Your goal: Every line in the data below that has the word "System" should be returned.

(Extracted data)

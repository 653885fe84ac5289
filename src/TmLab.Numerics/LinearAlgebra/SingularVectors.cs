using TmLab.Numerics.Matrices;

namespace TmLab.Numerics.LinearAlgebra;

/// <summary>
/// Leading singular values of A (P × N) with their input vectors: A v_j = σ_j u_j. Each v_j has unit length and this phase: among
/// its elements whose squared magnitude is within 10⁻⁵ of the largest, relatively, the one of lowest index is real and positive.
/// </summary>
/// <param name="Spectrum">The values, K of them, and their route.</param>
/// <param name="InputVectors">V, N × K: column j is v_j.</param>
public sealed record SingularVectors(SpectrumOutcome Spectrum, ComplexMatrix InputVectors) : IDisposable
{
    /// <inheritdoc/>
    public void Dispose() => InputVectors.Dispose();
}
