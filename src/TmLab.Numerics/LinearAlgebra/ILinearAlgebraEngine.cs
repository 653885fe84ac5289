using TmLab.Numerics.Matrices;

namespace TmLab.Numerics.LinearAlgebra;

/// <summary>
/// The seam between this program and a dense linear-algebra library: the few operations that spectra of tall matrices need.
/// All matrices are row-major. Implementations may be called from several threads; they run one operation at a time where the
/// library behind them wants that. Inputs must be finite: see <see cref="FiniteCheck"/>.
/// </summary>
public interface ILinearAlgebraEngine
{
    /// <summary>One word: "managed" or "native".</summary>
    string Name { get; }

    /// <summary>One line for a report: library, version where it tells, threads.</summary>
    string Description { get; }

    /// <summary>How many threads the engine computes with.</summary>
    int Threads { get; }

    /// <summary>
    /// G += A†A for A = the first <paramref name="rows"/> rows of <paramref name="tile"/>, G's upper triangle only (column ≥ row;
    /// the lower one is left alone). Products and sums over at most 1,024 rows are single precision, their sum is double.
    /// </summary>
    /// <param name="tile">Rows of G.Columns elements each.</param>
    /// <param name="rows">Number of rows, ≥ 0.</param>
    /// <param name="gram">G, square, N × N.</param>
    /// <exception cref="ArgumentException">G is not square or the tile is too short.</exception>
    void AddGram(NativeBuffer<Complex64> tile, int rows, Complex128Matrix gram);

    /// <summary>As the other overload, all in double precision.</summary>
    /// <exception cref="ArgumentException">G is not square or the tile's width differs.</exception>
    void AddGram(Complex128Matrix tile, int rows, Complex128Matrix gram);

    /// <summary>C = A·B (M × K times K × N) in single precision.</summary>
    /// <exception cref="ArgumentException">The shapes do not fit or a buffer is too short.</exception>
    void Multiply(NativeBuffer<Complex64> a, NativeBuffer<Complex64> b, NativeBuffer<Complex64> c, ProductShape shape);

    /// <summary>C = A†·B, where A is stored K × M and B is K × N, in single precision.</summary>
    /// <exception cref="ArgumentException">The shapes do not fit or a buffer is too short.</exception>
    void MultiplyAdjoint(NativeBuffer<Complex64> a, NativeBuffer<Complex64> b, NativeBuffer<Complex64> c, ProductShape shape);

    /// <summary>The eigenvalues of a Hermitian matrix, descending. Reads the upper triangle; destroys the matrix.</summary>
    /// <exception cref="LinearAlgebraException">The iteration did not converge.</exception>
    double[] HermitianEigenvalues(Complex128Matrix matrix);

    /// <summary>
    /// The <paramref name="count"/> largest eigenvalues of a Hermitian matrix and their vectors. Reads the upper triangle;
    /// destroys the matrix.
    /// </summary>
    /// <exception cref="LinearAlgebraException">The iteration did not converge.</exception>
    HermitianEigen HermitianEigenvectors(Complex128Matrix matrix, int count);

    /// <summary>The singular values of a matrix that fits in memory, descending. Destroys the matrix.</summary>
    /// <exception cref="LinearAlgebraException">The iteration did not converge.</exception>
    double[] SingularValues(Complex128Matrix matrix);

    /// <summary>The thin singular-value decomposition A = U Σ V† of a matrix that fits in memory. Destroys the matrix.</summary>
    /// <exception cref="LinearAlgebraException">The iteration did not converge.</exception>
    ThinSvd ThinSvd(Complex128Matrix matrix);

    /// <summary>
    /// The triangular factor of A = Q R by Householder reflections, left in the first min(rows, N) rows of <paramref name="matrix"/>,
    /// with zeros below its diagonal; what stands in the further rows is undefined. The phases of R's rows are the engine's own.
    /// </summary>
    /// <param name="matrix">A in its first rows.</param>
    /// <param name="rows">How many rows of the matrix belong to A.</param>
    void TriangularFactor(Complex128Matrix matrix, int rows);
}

(End Extracted data)
(Extracted data)

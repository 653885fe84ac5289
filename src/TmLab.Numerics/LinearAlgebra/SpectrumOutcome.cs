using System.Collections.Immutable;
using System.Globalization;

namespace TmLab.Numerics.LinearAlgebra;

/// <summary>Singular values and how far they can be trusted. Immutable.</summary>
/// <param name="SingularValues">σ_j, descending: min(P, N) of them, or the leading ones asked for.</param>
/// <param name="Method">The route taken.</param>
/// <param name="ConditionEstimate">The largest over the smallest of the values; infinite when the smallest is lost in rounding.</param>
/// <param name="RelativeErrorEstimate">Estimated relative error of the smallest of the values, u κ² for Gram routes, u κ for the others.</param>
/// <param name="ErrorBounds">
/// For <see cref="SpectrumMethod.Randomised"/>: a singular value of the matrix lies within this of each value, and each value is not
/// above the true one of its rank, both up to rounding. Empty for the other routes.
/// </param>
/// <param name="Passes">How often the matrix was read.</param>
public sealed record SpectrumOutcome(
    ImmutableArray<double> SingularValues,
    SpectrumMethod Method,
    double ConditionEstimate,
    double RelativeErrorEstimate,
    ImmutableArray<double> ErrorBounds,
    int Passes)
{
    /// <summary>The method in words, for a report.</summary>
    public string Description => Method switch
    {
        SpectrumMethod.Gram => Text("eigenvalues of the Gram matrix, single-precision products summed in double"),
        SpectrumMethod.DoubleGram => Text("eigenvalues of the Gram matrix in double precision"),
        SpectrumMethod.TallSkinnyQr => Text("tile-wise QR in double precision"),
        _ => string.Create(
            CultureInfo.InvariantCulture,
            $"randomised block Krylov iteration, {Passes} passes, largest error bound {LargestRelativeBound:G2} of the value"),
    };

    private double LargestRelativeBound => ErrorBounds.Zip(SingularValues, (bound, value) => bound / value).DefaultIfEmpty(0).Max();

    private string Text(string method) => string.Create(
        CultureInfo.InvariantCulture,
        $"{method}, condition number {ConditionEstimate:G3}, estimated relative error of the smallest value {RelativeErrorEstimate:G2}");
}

(End Extracted data)

Result of this exercise:
using System.Collections.Immutable;
using System.Globalization;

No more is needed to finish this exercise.